Un taux négatif sur les dépôts stimulera-t-il la consommation intérieure ? Aucunement : la tétanie économique est telle que les particuliers paieront pour la sécurité de leurs dépôts. C’est même l’inverse qui pourrait se présenter : les ménages épargneraient d’autant plus que les taux d’intérêt deviennent négatifs afin de conserver une épargne nominale identique, dans l’esprit des théories de l’économiste Ricardo (1772-1823). L’argument que des taux d’intérêt négatifs pousseraient à un redéploiement vers des placements excessivement risqués pour les particuliers me semble également infondé, d’autant que les banques feront tout pour entretenir la capture des dépôts d’épargne.
Mais après des taux d’intérêt négatifs sur les gros dépôts bancaires et des restrictions à l’usage des espèces (voire, à terme, la pénétration dans un monde sans cash), doit-on craindre que cette mesure s’étende à d’autres opérateurs financiers ? Ce n’est pas impossible.
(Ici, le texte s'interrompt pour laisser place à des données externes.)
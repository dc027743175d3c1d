/**
 * Freezing: store the calculation under its permanent id and hand over the
 * link, the citation and the report files.
 */
import type { AnyDesign } from "../../src/designs/design.js";
import { citationText } from "../../src/report/build.js";
import type { CalculationRecord, DesignEntry } from "./api.js";
import { copyText, h } from "./dom.js";

const FORMATS: Array<{ suffix: string; label: string; download: boolean }> = [
  { suffix: ".pdf", label: "PDF report", download: true },
  { suffix: ".csv", label: "Tables as CSV", download: true },
  { suffix: ".bib", label: "BibTeX (.bib)", download: true },
  { suffix: ".ris", label: "RIS (.ris)", download: true },
  { suffix: ".json", label: "Record as JSON", download: false },
];

export function frozenElement(design: DesignEntry, record: CalculationRecord, created: boolean, status: (m: string) => void): HTMLElement {
  const permalink = `${location.origin}/c/${record.id}`;
  // The same citation the report prints; only the design's id and title enter it.
  const citation = citationText({ id: design.id, title: design.title } as AnyDesign, record, permalink);
  const linkField = h("input", { id: "permalink", type: "text", readonly: true, value: permalink, class: "code", "aria-describedby": "permalink-note" });
  const citationField = h("textarea", { id: "citation", readonly: true, rows: 4 }, citation);
  const copyLink = h("button", { type: "button", class: "small", "data-copy": "link" }, "Copy link");
  const copyCitation = h("button", { type: "button", class: "small", "data-copy": "citation" }, "Copy citation");
  copyLink.addEventListener("click", () => void copyText(permalink, linkField).then((ok) => status(ok ? "Link copied." : "The link is selected: copy it with your keyboard.")));
  copyCitation.addEventListener("click", () => void copyText(citation, citationField).then((ok) => status(ok ? "Citation copied." : "The citation is selected: copy it with your keyboard.")));
  const heading = h("h3", { tabindex: -1, id: "frozen-heading" }, created ? "Frozen" : "Already frozen");
  return h("div", { class: "frozen", "data-id": record.id },
    heading,
    h("p", { id: "permalink-note" }, created
      ? "This calculation is stored under a permanent link. The same inputs and label always give the same link."
      : "These inputs and label were frozen before; this is their permanent link."),
    h("div", { class: "copy-row" }, h("label", { for: "permalink" }, "Permanent link"), h("div", { class: "with-button" }, linkField, copyLink)),
    h("p", {}, h("a", { href: `/c/${record.id}`, class: "open-report" }, "Open the report")),
    h("div", { class: "copy-row" }, h("label", { for: "citation" }, "How to cite it"), citationField, copyCitation),
    h("ul", { class: "formats" }, ...FORMATS.map((f) => h("li", {}, h("a", { href: `/c/${record.id}${f.suffix}`, download: f.download ? `${record.id}${f.suffix}` : undefined, "data-format": f.suffix.slice(1) }, f.label)))));
}
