/** The trial stages in the order a development programme meets them. */
import type { Stage } from "./api.js";

export const STAGES: ReadonlyArray<{ stage: Stage; title: string; aim: string }> = [
  { stage: "dose-finding", title: "Dose finding", aim: "Choose a dose that patients tolerate, escalating in small cohorts." },
  { stage: "activity", title: "Activity", aim: "Look for a signal in a single arm before committing to a comparison." },
  { stage: "comparative", title: "Comparative", aim: "Size a trial that compares arms on the primary outcome." },
  { stage: "monitoring", title: "Monitoring", aim: "Plan interim looks and the boundaries for stopping early." },
];

export function stageTitle(stage: Stage): string {
  return STAGES.find((s) => s.stage === stage)?.title ?? stage;
}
Je pense au premier chef aux entreprises d’assurances-vie. Ces institutions sont des transformatrices de longue échéance. Des intérêts négatifs sur les sommes capitalisées seraient incontournables sachant que leur impact serait heureusement atténué par le fait que des assurances-vie privées ou professionnelles bénéficient actuellement d’un traitement fiscal favorable qui gommerait les taux d’intérêt négatifs. Mais les compagnies d’assurances seraient néanmoins menacées car si on est obligé d’avoir un compte bancaire, la souscription d’un contrat d’assurance-vie relève d’une précaution volontaire de placement à long terme, alors que les taux d’intérêt négatifs promeuvent les placements à court terme. Et puis, d’autres mesures de répression financières pourraient être imposées par les gouvernements aux entreprises d’assurances-vie: transformation obligatoire des capitaux en rentes, pénalisations fiscales accrues au retrait anticipé des capitaux, etc. Une extrême vigilance citoyenne s’imposera.
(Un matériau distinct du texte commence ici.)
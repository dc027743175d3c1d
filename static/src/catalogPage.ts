/** The start page: every design, grouped by trial stage, with a search box. */
import { type DesignEntry, callApi } from "./api.js";
import { h, replaceChildren } from "./dom.js";
import { STAGES } from "./stages.js";

const normalized = (text: string): string => text.normalize("NFKD").replace(/[\u0300-\u036f]/g, "").toLowerCase();

export async function startCatalogPage(root: HTMLElement): Promise<void> {
  const answer = await callApi<{ designs: DesignEntry[] }>("/api/v1/designs");
  if (!answer.ok) {
    replaceChildren(root, h("p", { class: "alert", role: "alert" }, `The catalog could not be loaded: ${answer.problem.detail}`));
    return;
  }
  const designs = answer.body.designs;
  const search = h("input", { id: "search", type: "search", autocomplete: "off", spellcheck: "false", "aria-describedby": "search-help search-count" });
  const count = h("p", { id: "search-count", class: "count", role: "status" });
  const entries: Array<{ design: DesignEntry; item: HTMLLIElement; text: string }> = [];
  const groups = STAGES.map(({ stage, title, aim }) => {
    const list = h("ul", { class: "design-list" });
    for (const design of designs.filter((d) => d.stage === stage)) {
      const item = h("li", { class: "design-card", "data-design": design.id },
        h("h3", {}, h("a", { href: `/design?id=${encodeURIComponent(design.id)}` }, design.title)),
        h("p", {}, design.summary),
        h("p", { class: "design-id" }, h("code", {}, design.id)));
      entries.push({ design, item, text: normalized(`${design.title} ${design.summary} ${design.id} ${title}`) });
      list.append(item);
    }
    const empty = h("p", { class: "empty" }, "No design in this stage yet.");
    const section = h("section", { class: "stage", "data-stage": stage, "aria-labelledby": `stage-${stage}` },
      h("h2", { id: `stage-${stage}` }, title), h("p", { class: "aim" }, aim), list.childElementCount > 0 ? list : empty);
    return { section, list, empty };
  });
  const filter = (): void => {
    const words = normalized(search.value).split(/\s+/).filter(Boolean);
    let shown = 0;
    for (const entry of entries) {
      const match = words.every((w) => entry.text.includes(w));
      entry.item.hidden = !match;
      if (match) shown += 1;
    }
    for (const group of groups) {
      const visible = [...group.list.children].some((c) => !(c as HTMLElement).hidden);
      group.section.hidden = words.length > 0 && !visible;
    }
    count.textContent = words.length === 0
      ? `${designs.length} design${designs.length === 1 ? "" : "s"} in the catalog.`
      : shown === 0 ? "No design matches. Try fewer or other words." : `${shown} of ${designs.length} designs match.`;
  };
  search.addEventListener("input", filter);
  const jumps = h("nav", { class: "stage-jumps", "aria-label": "Stages" }, h("ul", {}, ...STAGES.map(({ stage, title }) => {
    const n = designs.filter((d) => d.stage === stage).length;
    return h("li", {}, h("a", { href: `#stage-${stage}` }, title, h("span", { class: "n" }, ` ${n}`)));
  })));
  replaceChildren(root,
    jumps,
    h("div", { class: "search" },
      h("label", { for: "search" }, "Find a design"),
      h("p", { id: "search-help", class: "help" }, "Type a method, an outcome or a word from the summary: “response rate”, “dose”, “means”."),
      search, count),
    ...groups.map((g) => g.section));
  filter();
}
L’omnipotence des banques centrales
Avec des taux d’intérêt négatifs, nous sommes à la frontière d’un nouveau monde qui révèle l’omnipotence des banques centrales. Tous, nous paierions ces taux d’intérêt négatifs. Il reste à espérer que nous ne tombions pas dans un piège à la japonaise. Si c’est le cas, alors il faudra s’interroger rétrospectivement sur le bien-fondé des politiques d’austérité budgétaire et de gestion contractée de la monnaie. En effet, un scénario à la japonaise n’est pas un accablement providentiel, mais le résultat d’une politique choisie. Et finalement, la difficulté n’est pas d’entrer en territoire de taux d’intérêt négatifs, mais de s’en extraire. A ce moment, il y a un risque de contraction sévère de l’économie. C’est pour cette raison que la BCE aurait dû, dès le début de la crise, en prendre la mesure et se dissocier de sa tutelle allemande, entretenue par la crainte d’une hypothétique inflation. Au lieu d’appréhender l’inflation, il fallait en créer. Il fallait aussi éviter que la maigre croissance soit laminée par des programmes d’austérité. Aujourd’hui, il faut espérer une chose, à savoir que la négativité des taux d’intérêt ne soit qu’un épisode temporaire. Mais l’inverse ne doit malheureusement pas être exclu : devant un contexte déflationniste persistant et des dettes d’Etat en lévitation, certains exigeront que la variable d’ajustement soit la rémunération du capital. Ce capital devrait être orienté de manière autoritaire vers le financement des dettes publiques et sa rentabilité sera compressée pour rendre le coût de ces mêmes dettes d’Etat soutenables.